I wrote the first odd little fragments of what would eventually become the screenplay for my first film TrashHouse whilst standing in that video shop, although those fragments wouldn't end up gelling into any sort of coherent whole for six years or so. I can clearly remember writing 'It's raining. A girl in a red cloak walks up a hill towards a dark house' on a notepad beside the cash register, and that became the opening scene of the movie.

Except the hill.

And the cloak.

And the rain.

And it wasn't quite the opening scene, because we had to add a pre-credits sequence to get some gore in nice and early.

But there was definitely a girl and a house, so the point remains valid.

I quit Blockbuster at one point, then somehow ended up getting rehired a few months later when I was desperate for money. I can remember that first shift back, standing behind the same counter, looking at the same shelves, thinking "God, I'm never going to get out of here".
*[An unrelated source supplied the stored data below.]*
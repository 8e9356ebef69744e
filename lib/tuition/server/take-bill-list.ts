import 'server-only';
import type { ListColumn, TakenList } from '@/lib/exports/server/list-file';
import type { Context } from '@/lib/server/context';
import { assertCan } from '@/policies/ability';
import { BILL_WORDS, CHANGE_WORDS } from '../bill-words';
import { tuitionRunDetail, type RunBill } from './tuition-run-screen';

const COLUMNS: readonly ListColumn[] = [
  { header: 'Family', width: 28 }, { header: 'State', width: 18 }, { header: 'Beside last time', width: 18 }, { header: 'Currency', width: 10 },
  { header: 'Last tuition', isSummed: true }, { header: 'Now', isSummed: true }, { header: 'Held back', isSummed: true },
];
const isHeldBack = ({ state }: RunBill) => state === 'held' || state === 'problem';

/**
 * The bills of one tuition run. What is held back stands in a column of its own, so that the sum of the others is the sum of the
 * run. Why a bill is held, and which child or discount changed it, stays in the house.
 */
export async function takeBillList({ runId }: { runId: string }, context: Context): Promise<TakenList> {
  assertCan(context.ability, 'export', 'TuitionRun', {});
  const { bills, currency, label } = await tuitionRunDetail({ runId }, context);
  const amount = (amountMinor: number | null) => (amountMinor === null ? null : { amountMinor, currency });
  return {
    name: `bills of ${label}`, tableName: 'tuition_run', rowId: runId, columns: COLUMNS,
    rows: bills.map((bill) => [
      bill.familyName, BILL_WORDS[bill.state], CHANGE_WORDS[bill.changeKind], currency, amount(bill.lastTotalMinor), isHeldBack(bill) ? null : amount(bill.totalMinor), isHeldBack(bill) ? amount(bill.totalMinor) : null,
    ]),
  };
}
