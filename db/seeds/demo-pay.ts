import { askAboutPay, agreeToPay } from '@/lib/payroll/server/check-pay';
import { approvePayRun, closePayRun, sendForCheck } from '@/lib/payroll/server/close-pay-run';
import { buildPayRuns } from '@/lib/payroll/server/gather-pay-run';
import type { PayRate } from '@/lib/payroll/rates';
import { newId } from '@/lib/server/ids';
import { addDays, addMonths, instantOf, type LocalDate } from '@/lib/time';
import { insertPayRates, insertPayRule } from '../pay-rates';
import { linesOfRun } from '../pay-lines';
import { checksOf } from '../pay-runs';
import { transaction } from '../transaction';
import { ownerAt, teacherAt } from './demo-context';
import type { House } from './demo-types';

/** Cents per lesson at a rate factor of one hundred. */
const LESSON_RATES = [[30, 1850], [45, 2700], [60, 3500]] as const;
const TRIAL_RATE_MINOR = 1850;

export async function layRates({ db, teachers, terms, owner }: House): Promise<void> {
  const validFrom = addDays(terms.last.startsOn, -400);
  const scaled = (amountMinor: number, factor: number) => Math.round((amountMinor * factor) / 5000) * 50;
  await transaction(db, async (trx) => {
    for (const { engagementId, rateFactor } of teachers) {
      const base: Omit<PayRate, 'id' | 'workType' | 'lengthMinutes' | 'amountMinor' | 'per'> = { engagementId, lessonTypeId: null, seatsFrom: null, seatsTo: null, siteId: null, validFrom, validTo: null };
      await insertPayRates(trx, [
        ...LESSON_RATES.map(([lengthMinutes, amountMinor]) => ({ ...base, id: newId(), workType: 'lesson' as const, lengthMinutes, amountMinor: scaled(amountMinor, rateFactor), per: 'lesson' as const, approvedBy: owner.actor.personId })),
        { ...base, id: newId(), workType: 'trial', lengthMinutes: null, amountMinor: TRIAL_RATE_MINOR, per: 'lesson' },
        { ...base, id: newId(), workType: 'recital', lengthMinutes: null, amountMinor: 2000, per: 'hour' },
        { ...base, id: newId(), workType: 'rehearsal', lengthMinutes: null, amountMinor: 2000, per: 'hour' },
        { ...base, id: newId(), workType: 'meeting', lengthMinutes: null, amountMinor: 1800, per: 'hour' },
      ]);
    }
    await insertPayRule(trx, { id: newId(), kind: 'substitute', engagementKind: null, value: { ofAbsentRateBp: 9000 }, validFrom, validTo: null, approvedBy: owner.actor.personId });
  });
}

const monthOf = (date: LocalDate) => date.slice(0, 7);

/** Closed pay of the months since the last term began; the newest whole month is with the teachers or waits for marks. */
export async function layPayRuns(house: House): Promise<void> {
  const thisMonth = `${monthOf(house.today)}-01`;
  const first = `${monthOf(house.terms.last.startsOn)}-01`;
  for (let month = first; month < thisMonth; month = addMonths(month, 1)) {
    const isNewest = addMonths(month, 1) === thisMonth;
    await layPayRun(house, month, { isClosed: !isNewest });
  }
}

async function layPayRun(house: House, month: LocalDate, { isClosed }: { isClosed: boolean }): Promise<void> {
  const afterwards = instantOf(addDays(addMonths(month, 1), 2), 10 * 60, house.zone);
  const context = ownerAt(house, Math.min(afterwards, house.now));
  const { payRunIds } = await buildPayRuns({ month: monthOf(month) }, context);
  for (const payRunId of payRunIds) {
    const problems = (await linesOfRun(house.db, payRunId)).some(({ problem }) => problem !== '');
    if (problems) continue;
    await sendForCheck({ payRunId, answerByOn: addDays(context.today, 4) }, context);
    const checks = await checksOf(house.db, payRunId);
    for (const [index, { engagementId }] of checks.entries()) {
      const teacher = house.teachers.find((candidate) => candidate.engagementId === engagementId);
      if (!teacher || (!isClosed && index % 3 === 2)) continue;
      const own = teacherAt(house, teacher.id, [], context.now);
      if (!isClosed && index === 1) await ask(house, own, { payRunId, engagementId });
      else await agreeToPay({ payRunId, engagementId }, own);
    }
    if (!isClosed) continue;
    await approvePayRun({ payRunId }, context);
    await closePayRun({ payRunId }, context);
  }
}

async function ask(house: House, own: ReturnType<typeof teacherAt>, { payRunId, engagementId }: { payRunId: string; engagementId: string }): Promise<void> {
  const line = (await linesOfRun(house.db, payRunId)).find((candidate) => candidate.engagementId === engagementId);
  if (!line) return;
  await askAboutPay({ payRunId, engagementId, lineId: line.id, aboutOn: line.localDate, text: 'I think we went on for fifteen minutes longer that day. Could you look?' }, own);
}
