import 'server-only';
import { allTerms } from '@/db/terms';
import { allTuitionRuns, findTuitionRun, itemsOfRun, itemTotals, type ItemState, type ItemWithFamily, type TuitionRun } from '@/db/tuition-runs';
import { payersOfFamilies } from '@/db/payers';
import { notFound } from '@/lib/errors';
import type { Context } from '@/lib/server/context';
import { addDays, type LocalDate } from '@/lib/time';
import { houseRulesOn } from '@/db/settings';
import { assertCan, may } from '@/policies/ability';
import type { Bill } from '../bill';
import { groupBy } from './billing-facts';

export type RunRow = { runId: string; label: string; state: TuitionRun['state']; dueOn: LocalDate; families: number; held: number; released: number; totalMinor: number };
export type RunList = { runs: RunRow[]; terms: { id: string; label: string; startsOn: LocalDate }[]; suggestedDueOn: LocalDate; today: LocalDate; currency: string; mayPreview: boolean };

export async function tuitionRunList(context: Context): Promise<RunList> {
  assertCan(context.ability, 'read', 'TuitionRun', {});
  const rules = await houseRulesOn(context.db, context.today);
  const runs = (await allTuitionRuns(context.db)).map(({ id, label, state, dueOn, familyCount, heldCount, releasedCount, controlTotalMinor }) =>
    ({ runId: id, label, state, dueOn, families: familyCount, held: heldCount, released: releasedCount, totalMinor: controlTotalMinor }));
  const terms = (await allTerms(context.db)).filter(({ endsOn }) => endsOn >= context.today).map(({ id, name, yearLabel, startsOn }) => ({ id, label: `${name} ${yearLabel}`, startsOn }));
  return { runs, terms, today: context.today, suggestedDueOn: addDays(context.today, rules['tuition.due_days']), currency: context.school.currency, mayPreview: may(context.ability, 'create', 'TuitionRun') };
}

export type RunBill = {
  familyId: string; familyName: string; state: ItemState; totalMinor: number; lastTotalMinor: number | null; changeKind: ItemWithFamily['changeKind']; changeText: string; problem: string; heldReason: string; invoiceId: string | null;
  lines: { text: string; amountMinor: number; steps: string[] }[]; shares: { payerName: string; amountMinor: number; sentences: string[]; dues: { dueOn: LocalDate; amountMinor: number }[] }[];
};
export type RunDetail = RunRow & { periodFrom: LocalDate; periodTo: LocalDate; bills: RunBill[]; mailCount: number; controlTotalMinor: number; lastTotalMinor: number; currency: string; mayRelease: boolean; mayExport: boolean; kind: 'term' | 'month'; period: string };

/** One run for looking at: what each family would get, beside the last time, and why. */
export async function tuitionRunDetail({ runId }: { runId: string }, context: Context): Promise<RunDetail> {
  assertCan(context.ability, 'read', 'TuitionRun', {});
  const run = await findTuitionRun(context.db, runId);
  if (!run) throw notFound('tuition run');
  const items = await itemsOfRun(context.db, runId);
  const names = new Map([...groupBy(await payersOfFamilies(context.db, items.map(({ familyId }) => familyId)), ({ id }) => id)].map(([id, [payer]]) => [id, payer?.name ?? '']));
  const bills = items.map((item) => billOf(item, names));
  const counted = new Map((await itemTotals(context.db, runId)).map((row) => [row.state, row]));
  const familiesIn = (...states: ItemState[]) => states.reduce((sum, state) => sum + (counted.get(state)?.families ?? 0), 0);
  const totalMinor = (counted.get('planned')?.totalMinor ?? 0) + (counted.get('released')?.totalMinor ?? 0);
  return {
    runId, label: run.label, state: run.state, dueOn: run.dueOn, kind: run.kind, period: run.termId ?? run.periodFrom.slice(0, 7), periodFrom: run.periodFrom, periodTo: run.periodTo, bills, currency: items[0]?.currency ?? context.school.currency,
    families: familiesIn('planned', 'released', 'held', 'problem'), held: familiesIn('held', 'problem'), released: familiesIn('released'), totalMinor, controlTotalMinor: run.controlTotalMinor,
    lastTotalMinor: items.reduce((sum, { lastTotalMinor }) => sum + (lastTotalMinor ?? 0), 0), mailCount: bills.filter(({ state }) => state === 'planned').reduce((sum, { shares }) => sum + shares.length, 0),
    mayRelease: may(context.ability, 'approve', 'TuitionRun'), mayExport: may(context.ability, 'export', 'TuitionRun'),
  };
}

function billOf(item: ItemWithFamily, names: Map<string, string>): RunBill {
  const bill = JSON.parse(item.billJson) as Partial<Bill>;
  const { familyId, familyName, state, totalMinor, lastTotalMinor, changeKind, changeText, problem, heldReason, invoiceId } = item;
  return {
    familyId, familyName, state, totalMinor, lastTotalMinor, changeKind, changeText, problem, heldReason, invoiceId,
    lines: (bill.lines ?? []).map(({ text, netMinor, taxMinor, explain }) => ({ text, amountMinor: netMinor + taxMinor, steps: explain })),
    shares: (bill.shares ?? []).map((share) => ({
      payerName: names.get(share.payerId) ?? '', amountMinor: share.amountMinor, sentences: share.parts.map(({ sentence }) => sentence.replace('your ', '')), dues: share.instalments.map(({ dueOn, amountMinor }) => ({ dueOn, amountMinor })),
    })),
  };
}
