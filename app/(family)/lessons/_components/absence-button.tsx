'use client';

import { useRouter } from 'next/navigation';
import { useState, useTransition } from 'react';
import { toast } from 'sonner';
import { Button } from '@/components/ui/button';
import { ConfirmDialog } from '@/components/ui/confirm';
import type { AbsenceEffect } from '@/lib/calendar/server/family-lessons';
import { askAbsenceEffect, sendAbsence } from '../actions';

/** "Can't come": the rule's verdict stands there before anything is sent. */
export function AbsenceButton({ seatId, what }: { seatId: string; what: string }) {
  const router = useRouter();
  const [effect, setEffect] = useState<AbsenceEffect | null>(null);
  const [message, setMessage] = useState<string>();
  const [asking, startAsk] = useTransition();
  const [sending, startSend] = useTransition();
  const ask = () => startAsk(async () => {
    const result = await askAbsenceEffect({ seatId }).catch(() => null);
    if (result?.ok) setEffect(result.data);
    else toast.error(result?.message ?? 'This did not reach the school. Press again.');
  });
  const send = () => startSend(async () => {
    const result = await sendAbsence({ seatId }).catch(() => null);
    if (!result?.ok) return setMessage(result?.message ?? 'This did not reach the school. Press again.');
    setEffect(null);
    toast.success('Thank you, the school knows.');
    router.refresh();
  });
  return (
    <>
      <Button pending={asking} onClick={ask}>Can’t come</Button>
      {effect ? <ConfirmDialog open onOpenChange={(open) => { if (!open) setEffect(null); }} title={`Can’t come: ${what}`} consequences={effect.sentences} confirmLabel="Tell the school" pending={sending} error={message} onConfirm={send} /> : null}
    </>
  );
}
On 20th February 2006, despite having been shot on a shoestring, TrashHouse was widely released on DVD across the UK. I went for a long walk that day and spent a lot of time thinking. In the early afternoon, I found myself in that same branch of Blockbuster. I hadn't been there for a few years, even as a customer, (I'd moved house a couple of times and it was no longer my closest branch), but I walked in and saw my movie on the shelf.

It was, actually, the first time I'd seen one of my films on a shelf anywhere. Available to the public.

Available to rent in the shop where I'd stood for thousands upon thousands of hours, dreaming of making films but worrying in my heart of hearts that I'd never get to do it.

If I get ten moments as good as that in my whole life, I've got nothing to complain about.

A few days ago, that branch of Blockbuster (my branch of Blockbuster) closed down. Today, the not-entirely-unexpected news comes that the remaining stores are going to follow suit.

So, goodbye Blockbuster. Seeing the empty shell of a shop last weekend felt like a genuine punch in the gut. Another iconic brand gone from the high street, another facet of the film experience consigned to history.

And where the hell are the filmmakers of tomorrow going to waste their early 20s working now?